Julius Caesar was assassinated in a meeting of the senate on March 15 (the Ides of March) in 44 BCE. After his death, a comet was seen in the sky, and one observer shouted that it must be the soul of Julius Caesar, ascending into heaven to become a god. An altar to Caesar was set up in the forum, to the consternation of his assassins.
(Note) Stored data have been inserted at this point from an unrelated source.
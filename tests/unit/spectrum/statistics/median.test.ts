import { describe, expect, it } from "vitest";
import { median } from "@/lib/spectrum/statistics/median";

describe("median", () => {
  it("takes the middle value of an odd count and the mean of the middle two of an even one", () => {
    expect(median([3, 1, 2])).toBe(2);
    expect(median([4, 1, 3, 2])).toBe(2.5);
    expect(median([7])).toBe(7);
  });

  it("leaves its input in order and is NaN for no values", () => {
    const values = [3, 1, 2];
    median(values);
    expect(values).toEqual([3, 1, 2]);
    expect(median([])).toBeNaN();
  });
});
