/** Sets up what the clients read and write: the demo team's notebook, a run to read, one draft run per writer. */
async function prepare() {
  const chemist = await signIn("chem@demo.emberline.example");
  const lead = await signIn("lead@demo.emberline.example");
  const supervisor = await signIn("super@demo.emberline.example");
  const team = chemist.me.teams[0];
  const notebooks = await chemist.client.request("GET", `/api/notebooks?teamId=${team.id}`);
  const list = Array.isArray(notebooks.body) ? notebooks.body : (notebooks.body.notebooks ?? []);
  // The sample every client analyses and then reads is chosen the same way on every run of the bench:
  // the notebooks in title order, the first flame sample among each one's runs. Taking the most recently
  // active notebook's newest run, as the list comes, depended on which seeded row was written last: a
  // lamp read-back once (its record against the lab's table 73 KB), a flame sample another time (617 KB,
  // some 165 species weighed), and the two runs' figures differed threefold.
  const byTitle = [...list].sort(
    (a, b) => a.title.localeCompare(b.title) || a.id.localeCompare(b.id),
  );
  let seedRun;
  for (const notebook of byTitle) {
    const runs = await chemist.client.request("GET", `/api/notebooks/${notebook.id}/runs`);
    const rows = Array.isArray(runs.body) ? runs.body : (runs.body.runs ?? []);
    const flame = rows.find((row) => row.source === "flame");
    if (flame) {
      seedRun = (await chemist.client.request("GET", `/api/runs/${flame.id}`)).body;
      break;
    }
  }
  if (!seedRun) throw new Error("the demo team has no flame run to read: seed the demo data first");
  const notebook = (
    await chemist.client.request("POST", "/api/notebooks", {
      teamId: team.id,
      title: `Load bench ${Date.now().toString(36)}`,
    })
  ).body;
  // Each writing client saves notes on its own draft run (no optimistic-lock races between clients).
  const ownRuns = [];
  for (let i = 0; i < CLIENTS; i++) {
    const reply = await chemist.client.request("POST", "/api/runs", {
      notebookId: notebook.id,
      spectrumId: seedRun.spectrumId,
      calibrationId: seedRun.calibrationId,
      source: seedRun.source,
    });
    if (reply.status !== 201)
      throw new Error(
        `creating a draft run answered ${reply.status}: ${JSON.stringify(reply.body)}`,
      );
    ownRuns.push({ id: reply.body.id, lockVersion: reply.body.lockVersion });
  }
  return { sessions: [chemist, lead, supervisor], teamId: team.id, seedRun, ownRuns };
}

let seed = 12345;
/** The bench's own deterministic generator (the same sequence of requests on every run). */
const random = () => (seed = (seed * 1103515245 + 12345) % 2147483648) / 2147483648;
His heir, Octavian, capitalized on his newfound status as the son of a god in his coinage and propaganda, later building a temple to the Divine Julius in the Roman forum.

Coin minted by Augustus (c. 19–18 BC); Obverse: CAESAR AVGVSTVS, laureate head right/Reverse: DIVVS IVLIV[S], with comet (star). Wikipedia.
Louis Laguerre, Detail of the Apotheosis of Caesar (left), 1692–1694. Oil on plaster. Painted Hall, Chatsworth House.

To conclude the Metamorphoses, Ovid writes an invocation to the gods, including Augustus himself (pretty extreme), before meditating on a different kind of immortality.

Jove rules the lofty citadels of Heaven,
The kingdoms of the triple world, but Earth
Acknowledges Augustus. Each is father
As each is lord. O gods, Aeneas’ comrades,
To whom the fire and the sword gave way, I pray you,
And you, O native gods of Italy,
Quirinus, father of Rome, and Mars, the father
Of Rome’s unconquered sire, and Vesta, honored
With Caesar’s household gods, Apollo, tended
With reverence as Vesta is, and Jove,
Whose temple crowns Tarpeia’s rock, O gods,
However many, whom the poet’s longing
May properly invoke, far be the day,
Later than our own era, when Augustus
Shall leave the world he rules, ascend to Heaven,
And there, beyond our presence, hear our prayers!
Now I have done my work. It will endure,
I trust, beyond Jove’s anger, fire and sword,
Beyond Time’s hunger. The day will come, I know,
So let it come, that day which has no power
Save over my body, to end my span of life
Whatever it may be. Still, part of me,
The better part, immortal, will be borne
Above the stars; my name will be remembered
Wherever Roman power rules conquered lands,
I shall be read, and through all centuries,
If prophecies of bards are ever truthful,
I shall be living, always. (15.860–79)
Nicolas Poussin: Le Triomphe d’Ovide. 1624–5. Palazzo Corsini. Wikimedia.

To say that the Metamorphoses culminates with the deification of Julius Caesar isn’t really accurate; it culminates with the immortalization of Ovid’s own poem, above the stars, the real expression of Rome’s power and glory. Pretty grandiose, but I have to admit: we’re still reading him. He doesn’t leave room for the possibility of being translated into other languages after Roman rule ends — but you might say that these translations testify to the continuing power of Rome in another way. The language of classics has been a sort of elite code for a long time, as powerful people put Romans on a pedestal and then claim descent from or identification with them. So many generations of Romans have staked public claims to classical heritage in one way or another that the whole city provided a backdrop for our classical mythology course. Classical texts rule over the American literary canon, not because they’re inherently superior but because appreciating them (or being seen to) conveys power. The funny part is that Ovid’s poem, apart from this final episode, is unruly, improper, chaotic, wildly imaginative — an imperialist’s nightmare.

Giovanni Battista Tiepolo, Maecenas Presenting the Liberal Arts to Emperor Augustus. 1743. Hermitage Museum. Wikimedia.